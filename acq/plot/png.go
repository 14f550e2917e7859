package plot

import (
	"fmt"
	"image"
	"image/color"
	"image/png"
	"io"
	"math"
	"sync"

	"golang.org/x/image/font"
	"golang.org/x/image/font/gofont/goregular"
	"golang.org/x/image/font/opentype"
	"golang.org/x/image/math/fixed"

	"hystd/acq/record"
)

// PNG writes loops as a PNG image to w: the same scene as SVG, rasterized
// with anti-aliased lines and text in an outline font (Go Regular, 12 px,
// with the labels' symbols "−", "³", "μ", "±", "·"). It returns ErrNoPoints
// when no loop holds a finite point, or a write error; w is not closed.
func PNG(w io.Writer, loops []record.Loop, o Options) error {
	s, err := build(loops, o)
	if err != nil {
		return err
	}
	img, err := s.raster()
	if err != nil {
		return err
	}
	return (&png.Encoder{CompressionLevel: png.BestSpeed}).Encode(w, img)
}

// canvas is an RGBA image with blending helpers and the label font.
type canvas struct {
	*image.RGBA
	face font.Face
}

// blend mixes colour c into pixel (x, y) with coverage a in [0, 1].
func (cv canvas) blend(x, y int, c rgb, a float64) {
	if a <= 0 || !(image.Point{x, y}.In(cv.Rect)) {
		return
	}
	if a > 1 {
		a = 1
	}
	i := cv.PixOffset(x, y)
	p := cv.Pix[i : i+4 : i+4]
	p[0] = uint8(float64(p[0])*(1-a) + float64(c.r)*a + 0.5)
	p[1] = uint8(float64(p[1])*(1-a) + float64(c.g)*a + 0.5)
	p[2] = uint8(float64(p[2])*(1-a) + float64(c.b)*a + 0.5)
	p[3] = 255
}

// line draws a segment of width wd pixels with coverage from the distance to
// the segment (a simple, exact-enough anti-aliasing for thin lines).
func (cv canvas) line(a, b pt, wd float64, c rgb) {
	r := wd/2 + 0.5
	minX, maxX := int(math.Floor(math.Min(a.x, b.x)-r)), int(math.Ceil(math.Max(a.x, b.x)+r))
	minY, maxY := int(math.Floor(math.Min(a.y, b.y)-r)), int(math.Ceil(math.Max(a.y, b.y)+r))
	bd := cv.Rect
	minX, minY = max(minX, bd.Min.X), max(minY, bd.Min.Y)
	maxX, maxY = min(maxX, bd.Max.X-1), min(maxY, bd.Max.Y-1)
	dx, dy := b.x-a.x, b.y-a.y
	l2 := dx*dx + dy*dy
	for y := minY; y <= maxY; y++ {
		for x := minX; x <= maxX; x++ {
			px, py := float64(x)+0.5, float64(y)+0.5
			t := 0.0
			if l2 > 0 {
				t = ((px-a.x)*dx + (py-a.y)*dy) / l2
				t = math.Max(0, math.Min(1, t))
			}
			d := math.Hypot(px-(a.x+t*dx), py-(a.y+t*dy))
			cv.blend(x, y, c, wd/2+0.5-d)
		}
	}
}

// dashedLine draws a segment as dashes of on pixels separated by off pixels;
// phase carries the pattern over from the previous segment and is returned.
func (cv canvas) dashedLine(a, b pt, wd float64, c rgb, on, off, phase float64) float64 {
	l := math.Hypot(b.x-a.x, b.y-a.y)
	if l == 0 {
		return phase
	}
	ux, uy := (b.x-a.x)/l, (b.y-a.y)/l
	pos := 0.0
	for pos < l {
		per := math.Mod(phase, on+off)
		if per < on {
			n := math.Min(on-per, l-pos)
			cv.line(pt{a.x + ux*pos, a.y + uy*pos}, pt{a.x + ux*(pos+n), a.y + uy*(pos+n)}, wd, c)
			pos += n
			phase += n
		} else {
			n := math.Min(on+off-per, l-pos)
			pos += n
			phase += n
		}
	}
	return phase
}

// ring draws a circle outline of radius r.
func (cv canvas) ring(at pt, r, wd float64, c rgb) {
	for y := int(at.y - r - wd); y <= int(at.y+r+wd)+1; y++ {
		for x := int(at.x - r - wd); x <= int(at.x+r+wd)+1; x++ {
			d := math.Abs(math.Hypot(float64(x)+0.5-at.x, float64(y)+0.5-at.y) - r)
			cv.blend(x, y, c, wd/2+0.5-d)
		}
	}
}

// labelSize is the PNG's text size in pixels (the SVG's 12 px).
const labelSize = 12

var (
	faceOnce sync.Once
	face     font.Face
	faceErr  error
)

// labelFace is Go Regular (golang.org/x/image/font/gofont, an outline font
// with the Latin-1, Greek and mathematical minus glyphs the labels use:
// μ, −, ², ³, ±, ·) at labelSize pixels.
func labelFace() (font.Face, error) {
	faceOnce.Do(func() {
		f, err := opentype.Parse(goregular.TTF)
		if err != nil {
			faceErr = fmt.Errorf("plot: Go Regular font: %w", err)
			return
		}
		face, faceErr = opentype.NewFace(f, &opentype.FaceOptions{Size: labelSize, DPI: 72, Hinting: font.HintingFull})
	})
	return face, faceErr
}

// text draws s with its baseline at y; anchor is 0 for start, 0.5 middle, 1 end.
func (cv canvas) text(x, y float64, s string, anchor float64, c rgb) {
	w := float64(font.MeasureString(cv.face, s).Round())
	d := font.Drawer{
		Dst:  cv.RGBA,
		Src:  image.NewUniform(color.RGBA{c.r, c.g, c.b, 255}),
		Face: cv.face,
		Dot:  fixed.P(int(math.Round(x-anchor*w)), int(math.Round(y))),
	}
	d.DrawString(s)
}

// textUp draws s rotated a quarter turn anticlockwise, centred on (x, y).
func (cv canvas) textUp(x, y float64, s string, c rgb) {
	m := cv.face.Metrics()
	asc, h := m.Ascent.Ceil(), (m.Ascent + m.Descent).Ceil()
	w := font.MeasureString(cv.face, s).Ceil()
	tmp := image.NewAlpha(image.Rect(0, 0, w, h))
	d := font.Drawer{Dst: tmp, Src: image.Opaque, Face: cv.face, Dot: fixed.P(0, asc)}
	d.DrawString(s)
	ox, oy := int(x)-h/2, int(y)+w/2
	for ty := 0; ty < h; ty++ {
		for tx := 0; tx < w; tx++ {
			if a := tmp.AlphaAt(tx, ty).A; a > 0 {
				cv.blend(ox+ty, oy-tx, c, float64(a)/255)
			}
		}
	}
}

func (s *scene) raster() (*image.RGBA, error) {
	fc, err := labelFace()
	if err != nil {
		return nil, err
	}
	cv := canvas{image.NewRGBA(image.Rect(0, 0, s.w, s.h)), fc}
	for i := range cv.Pix {
		cv.Pix[i] = 255
	}
	if s.title != "" {
		cv.text(s.x0, 24, s.title, 0, colInk)
	}
	for _, t := range s.xticks {
		cv.line(pt{t.px, s.y0}, pt{t.px, s.y1}, 1, colGrid)
		cv.text(t.px, s.y1+17, t.label, 0.5, colInk)
	}
	for _, t := range s.yticks {
		cv.line(pt{s.x0, t.px}, pt{s.x1, t.px}, 1, colGrid)
		cv.text(s.x0-6, t.px+4, t.label, 1, colInk)
	}
	if s.xzero >= s.x0 && s.xzero <= s.x1 {
		cv.line(pt{s.xzero, s.y0}, pt{s.xzero, s.y1}, 1.2, colAxis)
	}
	if s.yzero >= s.y0 && s.yzero <= s.y1 {
		cv.line(pt{s.x0, s.yzero}, pt{s.x1, s.yzero}, 1.2, colAxis)
	}
	for _, e := range [][2]pt{
		{{s.x0, s.y0}, {s.x1, s.y0}}, {{s.x1, s.y0}, {s.x1, s.y1}},
		{{s.x1, s.y1}, {s.x0, s.y1}}, {{s.x0, s.y1}, {s.x0, s.y0}},
	} {
		cv.line(e[0], e[1], 1.2, colAxis)
	}
	cv.text((s.x0+s.x1)/2, s.y1+40, s.xlabel, 0.5, colInk)
	cv.textUp(18, (s.y0+s.y1)/2, s.ylabel, colInk)

	// Traces are clipped to the plot area by drawing on a sub-image.
	area := canvas{cv.SubImage(image.Rect(int(s.x0), int(s.y0), int(s.x1)+1, int(s.y1)+1)).(*image.RGBA), fc}
	for _, t := range s.traces {
		for _, seg := range t.segs {
			phase := 0.0
			if len(seg) == 1 {
				area.line(seg[0], seg[0], 1.6, t.col)
			}
			for k := 1; k < len(seg); k++ {
				if t.dashed {
					phase = area.dashedLine(seg[k-1], seg[k], 1.6, t.col, 6, 4, phase)
				} else {
					area.line(seg[k-1], seg[k], 1.6, t.col)
				}
			}
		}
	}
	if m := s.mark; m != nil {
		phase := 0.0
		for k := 1; k < len(m.curve); k++ {
			phase = area.dashedLine(m.curve[k-1], m.curve[k], 1, colMark, 2, 3, phase)
		}
		area.ring(m.at, 5, 2, colMark)
		cv.text(m.at.x+10, m.at.y-12, m.label, 0, colMark)
	}
	lx, ly := s.x0+10, s.y0+16
	for _, t := range s.legend {
		cv.line(pt{lx, ly - 4}, pt{lx + 22, ly - 4}, 3, t.col)
		cv.text(lx+28, ly, t.label, 0, colInk)
		ly += 16
	}
	return cv.RGBA, nil
}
- - -
● **PROBLEM TO WORK ON**
If a line above includes the string "segment", pick it out.

● **REPLY TO THE TASK**
// line draws a segment of width wd pixels with coverage from the distance to
// the segment (a simple, exact-enough anti-aliasing for thin lines).
// dashedLine draws a segment as dashes of on pixels separated by off pixels;
// phase carries the pattern over from the previous segment and is returned.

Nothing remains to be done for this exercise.